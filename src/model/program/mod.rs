//! Models in any language: programs that are kept running and answer points through their standard input and output.

mod mishap;
mod pace;
mod pool;
mod protocol;
mod spec;
mod trial;
mod worker;

pub use mishap::Cause;
pub use mishap::Mishap;
pub use mishap::ProgramError;
pub use spec::ProgramFormat;
pub use spec::ProgramSpec;
pub use trial::Throughput;
pub use trial::throughput;

pub(crate) use protocol::decimal;
pub(crate) use spec::cores;

use super::Alone;
use super::Model;
use super::ModelError;
use super::Surroundings;
use super::check_shapes;
use crate::numeric::Points;
use pool::Pool;
use std::fmt;
use std::sync::Arc;
use std::sync::Mutex;
use std::sync::OnceLock;
use std::sync::PoisonError;

/// A model that is a program, in any language.
///
/// The text protocol: a line a point on its standard input, values separated by a space; an empty line ends a batch. It
/// prints a line a point, in order, whenever it likes; nothing for the empty line; and ends when its input closes.
/// Workers are started at the first question and asked to end when the model is dropped.
///
/// ```
/// use evenpoise::model::{Model, ProgramModel, ProgramSpec};
/// use evenpoise::numeric::Points;
/// let script = "while read x; do if [ -n \"$x\" ]; then echo $((2 * x)); fi; done";
/// let twice = ProgramModel::new(ProgramSpec::new(&["sh", "-c", script], std::path::Path::new("."), &["x"], 1));
/// let mut answers = Points::zeros(1, 3);
/// twice.evaluate(&Points::from_rows(1, &[1.0, 2.0, 30.0]), &mut answers).unwrap();
/// assert_eq!(answers.coordinate(0), [2.0, 4.0, 60.0]);
/// ```
pub struct ProgramModel {
    spec: ProgramSpec,
    surroundings: OnceLock<Arc<dyn Surroundings>>,
    pool: Mutex<Option<Pool>>,
}

impl ProgramModel {
    /// A program that is not started yet.
    #[must_use]
    pub fn new(spec: ProgramSpec) -> Self {
        Self { spec, surroundings: OnceLock::new(), pool: Mutex::new(None) }
    }

    /// How it is run.
    #[must_use]
    pub fn spec(&self) -> &ProgramSpec {
        &self.spec
    }

    fn ask(&self, inputs: &Points) -> Result<Vec<f64>, ModelError> {
        if inputs.is_empty() {
            return Ok(Vec::new());
        }
        // A panic elsewhere while the pool was held leaves it as usable as it was.
        let mut pool = self.pool.lock().unwrap_or_else(PoisonError::into_inner);
        let around = || self.surroundings.get().cloned().unwrap_or_else(|| Arc::new(Alone));
        pool.get_or_insert_with(|| Pool::new(&self.spec, around())).answers(inputs)
    }
}

impl fmt::Debug for ProgramModel {
    fn fmt(&self, formatter: &mut fmt::Formatter<'_>) -> fmt::Result {
        formatter.debug_struct("ProgramModel").field("spec", &self.spec).finish_non_exhaustive()
    }
}

impl Model for ProgramModel {
    fn n_inputs(&self) -> usize {
        self.spec.n_inputs()
    }

    fn n_outputs(&self) -> usize {
        if self.spec.gradient { 1 } else { self.spec.n_outputs }
    }

    fn evaluate(&self, inputs: &Points, outputs: &mut Points) -> Result<(), ModelError> {
        check_shapes(self, inputs.dim(), outputs.dim())?;
        let answers = self.ask(inputs)?;
        for (i, answer) in answers.chunks_exact(self.spec.width()).enumerate() {
            (0..outputs.dim()).for_each(|k| outputs.set(i, k, answer[k]));
        }
        Ok(())
    }

    fn has_gradient(&self) -> bool {
        self.spec.gradient
    }

    fn gradient(&self, inputs: &Points, values: &mut [f64], gradients: &mut Points) -> Result<(), ModelError> {
        if !self.spec.gradient {
            return Err(ModelError::NoGradient);
        }
        check_shapes(self, inputs.dim(), 1)?;
        let answers = self.ask(inputs)?;
        for (i, answer) in answers.chunks_exact(self.spec.width()).enumerate() {
            values[i] = answer[0];
            (0..inputs.dim()).for_each(|j| gradients.set(i, j, answer[1 + j]));
        }
        Ok(())
    }

    fn connect(&self, surroundings: &Arc<dyn Surroundings>) {
        // The first to connect stays: workers that are running tell it what they say.
        let _ = self.surroundings.set(Arc::clone(surroundings));
    }
}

• _Your goal_:
Would you please write out the entries again exactly?

• _The completed task_:
filename src/model/program/mod.rs
//! Models in any language: programs that are kept running and answer points through their standard input and output.

mod mishap;
mod pace;
mod pool;
mod protocol;
mod spec;
mod trial;
mod worker;

pub use mishap::Cause;
pub use mishap::Mishap;
pub use mishap::ProgramError;
pub use spec::ProgramFormat;
pub use spec::ProgramSpec;
pub use trial::Throughput;
pub use trial::throughput;

pub(crate) use protocol::decimal;
pub(crate) use spec::cores;

use super::Alone;
use super::Model;
use super::ModelError;
use super::Surroundings;
use super::check_shapes;
use crate::numeric::Points;
use pool::Pool;
use std::fmt;
use std::sync::Arc;
use std::sync::Mutex;
use std::sync::OnceLock;
use std::sync::PoisonError;

/// A model that is a program, in any language.
///
/// The text protocol: a line a point on its standard input, values separated by a space; an empty line ends a batch. It
/// prints a line a point, in order, whenever it likes; nothing for the empty line; and ends when its input closes.
/// Workers are started at the first question and asked to end when the model is dropped.
///
/// ```
/// use evenpoise::model::{Model, ProgramModel, ProgramSpec};
/// use evenpoise::numeric::Points;
/// let script = "while read x; do if [ -n \"$x\" ]; then echo $((2 * x)); fi; done";
/// let twice = ProgramModel::new(ProgramSpec::new(&["sh", "-c", script], std::path::Path::new("."), &["x"], 1));
/// let mut answers = Points::zeros(1, 3);
/// twice.evaluate(&Points::from_rows(1, &[1.0, 2.0, 30.0]), &mut answers).unwrap();
/// assert_eq!(answers.coordinate(0), [2.0, 4.0, 60.0]);
/// ```
pub struct ProgramModel {
    spec: ProgramSpec,
    surroundings: OnceLock<Arc<dyn Surroundings>>,
    pool: Mutex<Option<Pool>>,
}

impl ProgramModel {
    /// A program that is not started yet.
    #[must_use]
    pub fn new(spec: ProgramSpec) -> Self {
        Self { spec, surroundings: OnceLock::new(), pool: Mutex::new(None) }
    }

    /// How it is run.
    #[must_use]
    pub fn spec(&self) -> &ProgramSpec {
        &self.spec
    }

    fn ask(&self, inputs: &Points) -> Result<Vec<f64>, ModelError> {
        if inputs.is_empty() {
            return Ok(Vec::new());
        }
        // A panic elsewhere while the pool was held leaves it as usable as it was.
        let mut pool = self.pool.lock().unwrap_or_else(PoisonError::into_inner);
        let around = || self.surroundings.get().cloned().unwrap_or_else(|| Arc::new(Alone));
        pool.get_or_insert_with(|| Pool::new(&self.spec, around())).answers(inputs)
    }
}

impl fmt::Debug for ProgramModel {
    fn fmt(&self, formatter: &mut fmt::Formatter<'_>) -> fmt::Result {
        formatter.debug_struct("ProgramModel").field("spec", &self.spec).finish_non_exhaustive()
    }
}

impl Model for ProgramModel {
    fn n_inputs(&self) -> usize {
        self.spec.n_inputs()
    }

    fn n_outputs(&self) -> usize {
        if self.spec.gradient { 1 } else { self.spec.n_outputs }
    }

    fn evaluate(&self, inputs: &Points, outputs: &mut Points) -> Result<(), ModelError> {
        check_shapes(self, inputs.dim(), outputs.dim())?;
        let answers = self.ask(inputs)?;
        for (i, answer) in answers.chunks_exact(self.spec.width()).enumerate() {
            (0..outputs.dim()).for_each(|k| outputs.set(i, k, answer[k]));
        }
        Ok(())
    }

    fn has_gradient(&self) -> bool {
        self.spec.gradient
    }

    fn gradient(&self, inputs: &Points, values: &mut [f64], gradients: &mut Points) -> Result<(), ModelError> {
        if !self.spec.gradient {
            return Err(ModelError::NoGradient);
        }
        check_shapes(self, inputs.dim(), 1)?;
        let answers = self.ask(inputs)?;
        for (i, answer) in answers.chunks_exact(self.spec.width()).enumerate() {
            values[i] = answer[0];
            (0..inputs.dim()).for_each(|j| gradients.set(i, j, answer[1 + j]));
        }
        Ok(())
    }

    fn connect(&self, surroundings: &Arc<dyn Surroundings>) {
        // The first to connect stays: workers that are running tell it what they say.
        let _ = self.surroundings.set(Arc::clone(surroundings));
    }
}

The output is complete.